Алекс был задумчивый голубоглазый юноша сосредоточенного вида. Он работал помощником типографа и жил с матерью. Заветной его мечтой было сдать экстерном на бакалавра и стать учителем, каким был его отец, рано умерший от чахотки, или, на худой конец, — киномехаником. Препятствием и к тому и к другому была неспособность Алекса к философии, которую надо было сдавать в обоих учебных заведениях.
— Вот Гегель. Великий, наверно, человек, но ничего не понимаю, что он пишет. Вчера «Феноменологию духа» читал. Один абзац за час осилил и все равно ни черта не понял. Рене хоть бы помогла.
— Я тоже в Гегеле не сильна. Это не мой автор. Мишель мог бы помочь, он во всем этом как рыба в воде плавает.
— Мишеля не надо. — Алекс недолюбливал сына философа: как и всю философию в целом. — Сама попробуй. Ты объясняешь лучше, доходчивее. Ты вообще класс, а не девушка. Я других таких не видел. Так, Люк?

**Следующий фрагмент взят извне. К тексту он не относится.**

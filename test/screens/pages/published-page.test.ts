import { describe, expect, it } from 'vitest';
import type { PublishedLibrary } from '../../../src-main/contract/published.ts';
import { citationText } from '../../../src-renderer/components/published-words.ts';
import { filterPublished } from '../../../src-renderer/pages/published/filter-published.ts';
import PublishedPage from '../../../src-renderer/pages/PublishedPage.vue';
import type { FakeHost } from '../../helpers/fake-host.ts';
import { Refusal } from '../../helpers/fake-host.ts';
import { inventedProject } from '../../helpers/invented-project.ts';
import { button, field, mountScreen, settled } from '../../helpers/mount-screen.ts';
import { inventedSheet } from '../../helpers/sheet-screen.ts';

const invented = { limits: [], subject: '', edition: 'Aldwick report 2030', provenance: 'seen' as const, remark: null };
/** Invented values. */
const library: PublishedLibrary = {
  values: [
    {
      ...invented,
      id: 'aldwick-ecs',
      quantity: 'equilibrium-climate-sensitivity',
      label: 'Aldwick ECS',
      best: 3.3,
      ranges: [{ interval: { low: 2.75, high: 4, levelPercent: 66 }, words: 'likely (66 %)' }],
      limits: [{ term: 'very unlikely', side: 'above', value: 6 }],
      unit: 'K per doubling',
      source: 'Chapter 4',
    },
    {
      ...invented,
      id: 'brock-ecs',
      quantity: 'equilibrium-climate-sensitivity',
      label: 'Brock ECS',
      best: null,
      ranges: [{ interval: { low: 1.5, high: null, levelPercent: null }, words: 'range, no level given' }],
      unit: 'K per doubling',
      edition: 'Brock 2028',
      source: 'Table 2',
      provenance: 'memory',
      remark: 'Superseded.',
    },
    {
      ...invented,
      id: 'aldwick-co2',
      quantity: 'effective-radiative-forcing',
      subject: 'CO₂, 1750–2029',
      label: 'Aldwick forcing, CO₂',
      best: -0.25,
      ranges: [],
      unit: 'W/m²',
      source: 'Chapter 7',
      provenance: 'second-hand',
    },
  ],
  conflicts: [
    {
      id: 'aldwick-two',
      title: 'What Aldwick says of 3.3',
      valueIds: ['aldwick-ecs'],
      readings: [
        { words: 'a mean', source: '§4.1', value: 3.3, unit: 'K per doubling' },
        { words: 'a median', source: '§4.2', value: 3.1, unit: 'K per doubling' },
      ],
      reason: 'Only one can be.',
      taken: 'The mean.',
    },
  ],
  definitions: [
    {
      quantity: 'equilibrium-climate-sensitivity',
      edition: 'Aldwick report 2030',
      text: 'Warming in the end.',
      source: 'Glossary',
      provenance: 'memory',
    },
  ],
  likelihoods: [
    { term: 'likely', lowPercent: 66, highPercent: 100 },
    { term: 'more likely than not', lowPercent: 50, highPercent: 100 },
  ],
  studies: [
    {
      id: 'aldwick',
      label: 'Aldwick budget',
      periods: '1800–1830 to 2000–2029',
      warmingK: { best: 1.125, range: null },
      forcingWm2: { best: 2.5, range: { low: 2, high: 3, levelPercent: 90 } },
      uptakeWm2: { best: 0.5, range: null },
      doublingWm2: { best: 4, range: null },
      effcsId: 'aldwick-ecs',
      tcrId: null,
      provenance: 'seen',
      remark: null,
    },
  ],
};

const open = (claimId: number | null = null, prepare: (host: FakeHost) => void = () => undefined) =>
  mountScreen(PublishedPage, {
    props: { claimId },
    prepare(host) {
      host.reply('published.list', () => library);
      host.reply('claim.view', () => inventedSheet());
      host.reply('finding.save', () => inventedSheet());
      prepare(host);
    },
  });

const plainSpaces = (text: string): string => text.replaceAll('\u202f', ' ');

describe('the published values', () => {
  it('stand under their quantity, each with ranges and level, edition, place and mark in words', async () => {
    const { screen } = await open();
    expect(screen.findAll('section > h2').map((title) => plainSpaces(title.text()))).toEqual([
      'equilibrium climate sensitivity ECS, in K per doubling',
      'effective radiative forcing ERF, in W/m²',
    ]);
    const [first, second, third] = screen.findAll('section tbody > tr').map((row) => row.text());
    expect(first).toContain('3.302.75 – 4.00 likely (66 %)above 6.00 very unlikely');
    expect(first).toContain('read in the publication');
    expect(second).toContain('1.5 – unbounded range, no level given');
    expect(second).toContain('from memory: look it up before it decides');
    expect(second).toContain('Superseded.');
    expect(third).toContain('−0.25none given');
    expect(screen.get('[role=status]').text()).toBe('3 values');
    expect(screen.text()).toContain('Only values of one quantity can be held against each other');
  });

  it('show both readings of a publication that says two things, with the reason and the one that is followed', async () => {
    const { screen } = await open();
    const readings = screen.get('article[aria-label="What Aldwick says of 3.3"]');
    expect(readings.findAll('li').map((reading) => reading.text())).toEqual(['a mean §4.1', 'a median §4.2']);
    expect(readings.text()).toContain('Only one can be.');
    expect(readings.text()).toContain('Followed here: The mean.');
    await button(screen, 'Two readings of it').trigger('click');
    expect(document.activeElement).toBe(readings.element);
  });

  it('are found by words, quantity and edition, and all of them again', async () => {
    const { screen } = await open();
    const labels = () =>
      screen.findAll('section tbody th').map((label) => label.text().replace(' Two readings of it', ''));
    await field(screen, 'Words').setValue('co2 forcing');
    expect(labels()).toEqual(['Aldwick forcing, CO₂']);
    expect(screen.get('[role=status]').text()).toBe('1 of 3 values');
    expect(screen.find('article[aria-label]').exists()).toBe(false);
    await field(screen, 'Words').setValue('');
    await field(screen, 'Edition').findAll('option')[2]!.setValue();
    expect(labels()).toEqual(['Brock ECS']);
    await field(screen, 'Quantity').findAll('option')[2]!.setValue();
    expect(labels()).toEqual([]);
    expect(screen.text()).toContain('Nothing published is found by this');
    await button(screen, 'Show all values').trigger('click');
    expect(labels()).toHaveLength(3);
  });

  it('come with what likelihood words mean, definitions, and what went into the budgets', async () => {
    const { screen } = await open();
    const details = screen.findAll('details').map((one) => plainSpaces(one.text()));
    expect(details[0]).toContain('Warming in the end.');
    expect(details[1]).toContain('more likely than notabove 50–100 %');
    expect(details[2]).toContain('1.125');
    expect(details[2]).toContain('2.00 – 3.00 90 %');
  });

  it('copies a citation that names number, level, edition, place and mark', async () => {
    let copied = '';
    Object.defineProperty(navigator, 'clipboard', {
      value: { writeText: async (text: string) => void (copied = text) },
      configurable: true,
    });
    const { screen } = await open();
    await screen
      .findAll('button')
      .find((one) => one.text().startsWith('Copy'))!
      .trigger('click');
    await settled();
    expect(plainSpaces(copied)).toBe(
      'Aldwick ECS: 3.30 K per doubling; likely (66 %) 2.75 – 4.00; very unlikely above 6.00. Aldwick report 2030, Chapter 4 (read in the publication).',
    );
    expect(plainSpaces(citationText(library.values[1]!))).toBe(
      'Brock ECS: range, no level given 1.5 – unbounded K per doubling. Brock 2028, Table 2 (from memory: look it up before it decides).',
    );
  });
});

describe('quoting', () => {
  const box = '[aria-label="Quote Aldwick ECS"]';

  it('is offered once a claim is chosen, and keeps what the finding says', async () => {
    const { screen, host } = await open();
    expect(screen.find(box).exists()).toBe(false);
    await field(screen, 'Quote in the finding of').findAll('option')[1]!.setValue();
    await settled();
    await screen.get(box).setValue(true);
    await settled();
    const [finding] = inventedSheet().findings;
    expect(host.inputs('finding.save')).toEqual([
      {
        claimId: 1,
        conclusion: finding!.conclusion,
        text: finding!.text,
        conditions: finding!.conditions,
        publishedValueIds: [...finding!.publishedValueIds, 'aldwick-ecs'],
      },
    ]);
  });

  it('knows the claim that it was opened for, and what is quoted already', async () => {
    const [finding] = inventedSheet().findings;
    const quoted = { findings: [{ ...finding!, publishedValueIds: ['aldwick-ecs', 'ar6-tcr'] }] };
    const { screen, host } = await open(1, (one) => one.reply('claim.view', () => inventedSheet(quoted)));
    expect(screen.get('a[href="#/claims/1/finding"]').text()).toBe('Finding of claim 1');
    expect((screen.get(box).element as HTMLInputElement).checked).toBe(true);
    await screen.get(box).setValue(false);
    await settled();
    expect(host.inputs('finding.save').at(-1)?.publishedValueIds).toEqual(['ar6-tcr']);
  });

  it('is closed with a signed finding or a project that is read only', async () => {
    const signed = await open(1, (host) => host.reply('claim.view', () => inventedSheet({ isFrozen: true })));
    expect(signed.screen.find(box).exists()).toBe(false);
    expect(signed.screen.text()).toContain('can no longer change');
    const { screen } = await mountScreen(PublishedPage, {
      props: { claimId: 1 },
      session: { project: { ...inventedProject, isReadOnly: true } },
      prepare(host) {
        host.reply('published.list', () => library);
        host.reply('claim.view', () => inventedSheet());
      },
    });
    expect(screen.find(box).exists()).toBe(false);
  });

  it('says why a quotation was refused', async () => {
    const { screen } = await open(1, (host) =>
      host.reply('finding.save', () => {
        throw new Refusal({ code: 'signed', where: 'claim 1', hint: 'Start a revision.' });
      }),
    );
    await screen.get(box).setValue(true);
    await settled();
    expect(screen.get('[role=alert]').text()).toContain('Start a revision.');
  });
});

describe('filterPublished', () => {
  const ids = (words: string): string[] =>
    filterPublished(library, { words, quantity: null, edition: null }).flatMap(({ values }) =>
      values.map(({ id }) => id),
    );

  it.each([
    ['', ['aldwick-ecs', 'brock-ecs', 'aldwick-co2']],
    ['  ALDWICK  ', ['aldwick-ecs', 'aldwick-co2']],
    ['co2', ['aldwick-co2']],
    ['-0.25', ['aldwick-co2']],
    ['1750-2029', ['aldwick-co2']],
    ['memory', ['brock-ecs']],
    ['superseded brock', ['brock-ecs']],
    ['equilibrium aldwick', ['aldwick-ecs']],
    ['brock aldwick', []],
  ])('“%s” finds %j', (words, expected) => {
    expect(ids(words)).toEqual(expected);
  });
});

Люк согласился. Они оба: и Люк и Бернар — со всем соглашались, но каждый по-своему: Бернар невпопад, некстати и рассеянно, словно его всякий раз застигали вопросами врасплох, а Люк в охотку и с неизменным удовольствием — этот всегда был готов пойти друзьям навстречу, услужить и едва ли не пожертвовать собою. В философию он и не пытался вникнуть, но ему доставляло удовольствие смотреть, как ею занимаются другие: он опекал Алекса и не меньше, чем тот, хотел, чтобы он стал учителем.
Рене пришлось взяться за не любимого ею Гегеля. Впрочем, это нужно было ей самой: впереди был последний год лицея, именуемый философским.
— Давай почитаем. Ты взял с собой книжку?
— Взял, конечно. Вот здесь. Где отчеркнуто.